Your instructions: If a line in the data below holds the word "computation", copy it.

--- Provided information ---

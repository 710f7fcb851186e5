/**
 * The report command's logic: argument parsing, the checks before any work, progress on
 * stderr and exit codes. `scripts/analyse.ts` (`deno task analyse`) is a thin entry over
 * {@linkcode analyseCommand}.
 *
 * @module
 */
import { SaddleError } from "../errors/mod.ts";
import { type AnalyseOptions, prepareAnalysis, runAnalysis } from "./analyse.ts";
import { checkOutputFolder, writeReport } from "./write.ts";

/** The usage text (printed by --help and after usage errors). */
export const USAGE = `usage: deno task analyse --real FILE --fake FILE [options]

  --real FILE            samples of the data (.csv .tsv .txt .json .npy .npz)
  --fake FILE            samples of the generator, same columns; repeat with names to
                         compare generators: --fake A=FILE --fake B=FILE (the first is
                         the one the other sections analyse)
  --columns a,b          keep these columns (names or 0-based indices) of both files
  --scores FILE          a trained discriminator's outputs: CSV/JSON with a "side" column
                         (real/fake) and a score column, or JSON {"real": [...], "fake": [...]}
  --d-real FILE          ... or its outputs on the real rows, one column
  --d-fake FILE          ... and on the generated rows
  --score-scale S        prob or logit (default: prob when every output is in [0, 1])
  --log FILE             a training log (CSV/TSV/JSON lines: step, losses, D outputs)
  --checkpoints DIR      generated samples saved during training, one file a checkpoint
                         named with its step (step_001000.csv), same columns as --real
  --checkpoint-replicates N  bootstrap replicates of each checkpoint's metrics (default 20)
  --claims FILE          statements to settle (JSON; see README, "Claims")
  --seed N               seed of every random step (default 2026)
  --replicates N         refit-bootstrap replicates of the density route (default 100)
  --out DIR              report folder (default out/report)
  --force                replace an existing folder that holds other files
  --quiet                no progress and no closing lines

exit: 0 ran and no claim fails, 1 a claim fails, 2 bad input or usage, 3 internal error`;

const VALUE_FLAGS = [
  "real",
  "fake",
  "columns",
  "scores",
  "d-real",
  "d-fake",
  "score-scale",
  "claims",
  "log",
  "checkpoints",
  "checkpoint-replicates",
  "seed",
  "replicates",
  "out",
] as const;
const BOOL_FLAGS = ["force", "quiet", "help"] as const;

/** Parsed command line. */
export interface CliArgs {
  /** Values of `--flag value` / `--flag=value`, by flag name without the dashes. */
  values: Record<string, string | undefined>;
  /** Switches given. */
  flags: Set<string>;
  /** Every value of each `repeatable` flag, in order. */
  lists: Record<string, string[]>;
}

/**
 * Parse `--flag value`, `--flag=value` and switches (`known` value flags and `switches`,
 * without dashes); a missing value, an unknown option or a flag given twice throws a
 * `SaddleError` naming it.
 *
 * @example
 * ```ts
 * import { parseCli } from "./command.ts";
 * import assert from "node:assert/strict";
 * const { values, flags } = parseCli(["--real=a.csv", "--fake", "b.npy", "--quiet"]);
 * assert.deepEqual([values.real, values.fake, flags.has("quiet")], ["a.csv", "b.npy", true]);
 * assert.throws(() => parseCli(["--real"]), /--real needs a value/);
 * ```
 */
export function parseCli(
  args: readonly string[],
  known: readonly string[] = VALUE_FLAGS,
  switches: readonly string[] = BOOL_FLAGS,
  repeatable: readonly string[] = ["fake"],
): CliArgs {
  const values: Record<string, string> = {};
  const lists: Record<string, string[]> = {};
  const flags = new Set<string>();
  for (let i = 0; i < args.length; i++) {
    const a = args[i];
    const m = /^--([a-z-]+)(?:=(.*))?$/s.exec(a);
    if (!m) {
      throw new SaddleError(
        "invalid-argument",
        `unexpected argument "${a}"; options start with --`,
        {
          parameter: a,
        },
      );
    }
    const [, name, inline] = m;
    if (switches.includes(name)) {
      if (inline !== undefined) {
        throw new SaddleError("invalid-argument", `--${name} takes no value`, {
          parameter: `--${name}`,
        });
      }
      flags.add(name);
      continue;
    }
    if (!known.includes(name)) {
      throw new SaddleError("invalid-argument", `unknown option --${name}`, {
        parameter: `--${name}`,
      });
    }
    const value = inline ?? args[i + 1];
    if (inline === undefined) i++;
    if (value === undefined || value === "" || (inline === undefined && value.startsWith("--"))) {
      throw new SaddleError("invalid-argument", `--${name} needs a value`, {
        parameter: `--${name}`,
      });
    }
    (lists[name] ??= []).push(value);
    if (name in values && !repeatable.includes(name)) {
      throw new SaddleError("invalid-argument", `--${name} given twice`, {
        parameter: `--${name}`,
      });
    }
    values[name] ??= value;
  }
  return { values, flags, lists };
}

function wholeNumber(v: string | undefined, flag: string): number | undefined {
  if (v === undefined) return undefined;
  if (!/^\d+$/.test(v)) {
    throw new SaddleError("invalid-argument", `${flag} must be a whole number, got "${v}"`, {
      parameter: flag,
    });
  }
  return Number(v);
}

/**
 * The generated sets of repeated `--fake` values: `NAME=FILE` names one (NAME of letters,
 * digits, `_`, `-`), a plain `FILE` is named G1, G2, ... by position.
 *
 * @example
 * ```ts
 * import { generatorList } from "./command.ts";
 * import assert from "node:assert/strict";
 * assert.deepEqual(generatorList(["A=a.npy", "b.csv"]), [
 *   { name: "A", path: "a.npy" }, { name: "G2", path: "b.csv" }]);
 * ```
 */
export function generatorList(values: readonly string[]): { name: string; path: string }[] {
  return values.map((v, i) => {
    const m = /^([A-Za-z0-9][A-Za-z0-9_-]*)=(.+)$/s.exec(v);
    return m ? { name: m[1], path: m[2] } : { name: `G${i + 1}`, path: v };
  });
}

/** Options of {@linkcode analyseCommand} beyond the arguments. */
export interface CommandIo {
  /** Lines for the reader (default console.log). */
  print?: (line: string) => void;
  /** Whether progress may be drawn on stderr (default: stderr is a terminal). */
  progress?: boolean;
}

/**
 * The report command (`deno task analyse`) on `args`; returns the exit code (0 ran and no
 * claim fails, 1 a claim fails, 2 bad input or usage, 3 an internal error), never exits
 * itself. Every input, the claims and the output folder are checked before the long
 * computation; progress goes to stderr when it is a terminal, unless `--quiet`.
 *
 * @example
 * ```ts
 * import { analyseCommand } from "./command.ts";
 * import assert from "node:assert/strict";
 * const lines: string[] = [];
 * assert.equal(await analyseCommand(["--help"], { print: (s) => lines.push(s) }), 0);
 * assert.match(lines[0], /usage: deno task analyse/);
 * ```
 */
export async function analyseCommand(args: readonly string[], io: CommandIo = {}): Promise<number> {
  const print = io.print ?? ((s: string) => console.log(s));
  let quiet = false, showProgress = false;
  const encoder = new TextEncoder();
  try {
    const { values: v, flags, lists } = parseCli(args);
    if (flags.has("help")) {
      print(USAGE);
      return 0;
    }
    quiet = flags.has("quiet");
    if (!v.real || !v.fake) {
      throw new SaddleError("invalid-argument", `--real and --fake are required\n\n${USAGE}`, {
        parameter: v.real ? "--fake" : "--real",
      });
    }
    if (v["score-scale"] && !["prob", "logit"].includes(v["score-scale"])) {
      throw new SaddleError(
        "invalid-argument",
        `--score-scale is prob or logit, got "${v["score-scale"]}"`,
        {
          parameter: "--score-scale",
        },
      );
    }
    const out = v.out ?? "out/report";
    showProgress = !quiet && (io.progress ?? Deno.stderr.isTerminal());
    let last = "";
    const onProgress = showProgress
      ? (step: string, fraction: number) => {
        const line = `\r\x1b[2K${step} ${Math.round(fraction * 100)}%`;
        if (line !== last) Deno.stderr.writeSync(encoder.encode(line));
        last = line;
      }
      : undefined;
    const seed = wholeNumber(v.seed, "--seed");
    const replicates = wholeNumber(v.replicates, "--replicates");
    const checkpointReplicates = wholeNumber(
      v["checkpoint-replicates"],
      "--checkpoint-replicates",
    );
    const generators = generatorList(lists.fake ?? []);
    const options: AnalyseOptions = {
      real: v.real,
      fake: generators[0].path,
      ...(generators.length > 1 ? { generators } : {}),
      ...(v.columns
        ? {
          columns: v.columns.split(",").map((c) => (/^\d+$/.test(c.trim()) ? Number(c) : c.trim())),
        }
        : {}),
      ...(v.scores ? { scores: v.scores } : {}),
      ...(v["d-real"] ? { dReal: v["d-real"] } : {}),
      ...(v["d-fake"] ? { dFake: v["d-fake"] } : {}),
      ...(v["score-scale"] ? { scoreScale: v["score-scale"] as "prob" | "logit" } : {}),
      ...(v.claims ? { claims: v.claims } : {}),
      ...(v.log ? { log: v.log } : {}),
      ...(v.checkpoints ? { checkpoints: v.checkpoints } : {}),
      ...(checkpointReplicates !== undefined ? { checkpointReplicates } : {}),
      ...(seed !== undefined ? { seed } : {}),
      ...(replicates !== undefined ? { replicates } : {}),
      ...(onProgress ? { onProgress } : {}),
    };
    // Everything is checked before the long computation: inputs, claims, output folder.
    const prep = await prepareAnalysis(options);
    await checkOutputFolder(out, { force: flags.has("force") });
    const report = await runAnalysis(prep);
    await writeReport(report, out, onProgress ? { onProgress } : {});
    if (showProgress) Deno.stderr.writeSync(encoder.encode("\r\x1b[2K"));
    const counts = { holds: 0, fails: 0, undecided: 0 };
    for (const c of report.claims) counts[c.verdict]++;
    if (!quiet) {
      for (const c of report.claims) print(`${c.verdict.padEnd(9)}  ${c.claim.statement}`);
      if (report.claims.length) {
        print(`claims: ${counts.holds} hold, ${counts.fails} fail, ${counts.undecided} undecided`);
      }
      print(`report: ${out}/index.html (summary.json and figures beside it)`);
    }
    return counts.fails > 0 ? 1 : 0;
  } catch (e) {
    if (showProgress) Deno.stderr.writeSync(encoder.encode("\r\x1b[2K"));
    if (e instanceof SaddleError) {
      console.error(`error: ${e.message}`);
      return 2;
    }
    console.error(e);
    return 3;
  }
}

---

Written response:
 * computation; progress goes to stderr when it is a terminal, unless `--quiet`.
    // Everything is checked before the long computation: inputs, claims, output folder.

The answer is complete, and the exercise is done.